Should cost you £117.50 in total after the net £40 Cashback and then at the end of Year 1 desubscribe and you have a working Freesat system that can also resubscribe if you ever need pay tv channels for a month and also gets free movie channels like Thriller Channel, The Horror Channel, TrueMovies 1 and 2 and news channels like CNN and Euronews that are not available on Freeview. Film4 is also free on a desubbed Sky box too. Only E4 and More4 are free on Freeview but not Sky Freesat but that they are sure to go free on the Sky platform before long (especially judging from Film 4 which is broadcast totally in the clear).


----------



## The Bear

EdGillett said:


> Think I will give the Wharfdale a go from Argos - seems to be receiving favourable reviews (and it's on special @ Argos at the minute - £29.99). Unfortunately they also seem to be completely out of stock too currently!
> 
> Any experience with the Wharfdale with Tivo? Can you disable software updates and any associated channel changes? MHEG disable?





The Bear said:


> The Wharfdale box has been very good so far. Nice pic quality (Much better than my old Sagem) and very quick channel changes, even through the Tivo IR. Well pleased with it for only £29.99.


You can indeed disable the auto-update via the 'configuration' menu. I don't think it auto-updates the channel changes. It certainly didn't during the last recent reshuffle of channel numbers, I had to manually rescan to renumber them.

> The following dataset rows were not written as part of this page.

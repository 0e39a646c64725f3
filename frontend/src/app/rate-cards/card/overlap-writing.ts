import { Injectable, inject } from '@angular/core';
import { cardDifferences, type CardDifference } from '#shared/rate-cards/card-differences';
import { DifferenceWriting, type WrittenDifference } from '../changes/difference-writing';
import type { CardEntries } from '../rate-card-calls';

/** One line both sides changed, in words. */
export interface WrittenOverlap {
  readonly key: string;
  readonly item: string;
  readonly what: string;
  readonly mine: string;
  readonly theirs: string;
}

/** The draft with one line as one side or the other has it, everything else alike. */
export interface OverlapSides {
  readonly mine: CardEntries;
  readonly theirs: CardEntries;
}

const isThere = $localize`stays`;
const isGone = $localize`taken away`;

/** Both sides of a row that only one of them has. */
const rowSides: Partial<Record<CardDifference['kind'], Pick<WrittenOverlap, 'mine' | 'theirs'>>> = {
  added: { mine: isThere, theirs: isGone },
  removed: { mine: isGone, theirs: isThere },
};

/** Words the lines two people changed at once. */
@Injectable({ providedIn: 'root' })
export class OverlapWriting {
  private readonly writing = inject(DifferenceWriting);

  line(key: string, { mine, theirs }: OverlapSides): WrittenOverlap {
    if (key === 'name')
      return { key, item: $localize`Name of the card`, what: '', mine: mine.name, theirs: theirs.name };
    const differences = cardDifferences(theirs.content, mine.content);
    const compared = { before: theirs.content, after: mine.content };
    const written = this.writing.groups(differences, compared).flatMap(({ lines }) => lines);
    const [first = { item: '', what: '' }] = written;
    const row = differences.length === 1 ? rowSides[differences[0].kind] : undefined;
    if (row) return { key, item: first.item, what: '', ...row };
    return { key, item: first.item, ...this.sides(written) };
  }

  /** A line of one figure, or several figures that go together. */
  private sides(written: readonly WrittenDifference[]): Pick<WrittenOverlap, 'what' | 'mine' | 'theirs'> {
    const [first] = written;
    if (written.length === 1) return { what: first.what, mine: first.after, theirs: first.before };
    const told = (side: 'before' | 'after') => written.map((line) => `${line.what}: ${line[side] || '–'}`).join('; ');
    return { what: '', mine: told('after'), theirs: told('before') };
  }
}
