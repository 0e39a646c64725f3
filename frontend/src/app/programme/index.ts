export { EstimateProgramme } from './plan/estimate-programme';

No MHEG disable as far as I can see.


----------



## gadgetgaz

Can someone tell me what the new sony software version is please?
I don't know whether mine updated itself although I have noticed that all the guide data vanished and was replaced with "No information" in every slot.
After reading that there may have been an update I powered the box down and on again. Now all the guide data is back.
I will have to wait for a BBC3 recording to tell if the stupid blank screen thingy has disappeared.
Thanks


----------



## Pete77

gadgetgaz said:


> I will have to wait for a BBC3 recording to tell if the stupid blank screen thingy has disappeared.


No need to wait for a BBC3 recording as its widely reported that "the stupid blank screen thingy" problem has not yet been eliminated.


----------



## AMc

Freeview.co.uk says the postcode is OK. The TV aerial is readily accessible and I've fitted my own aerial, masthead amp, diplexers etc. here so I can do the 'professional install' myself for about £50 if needs be.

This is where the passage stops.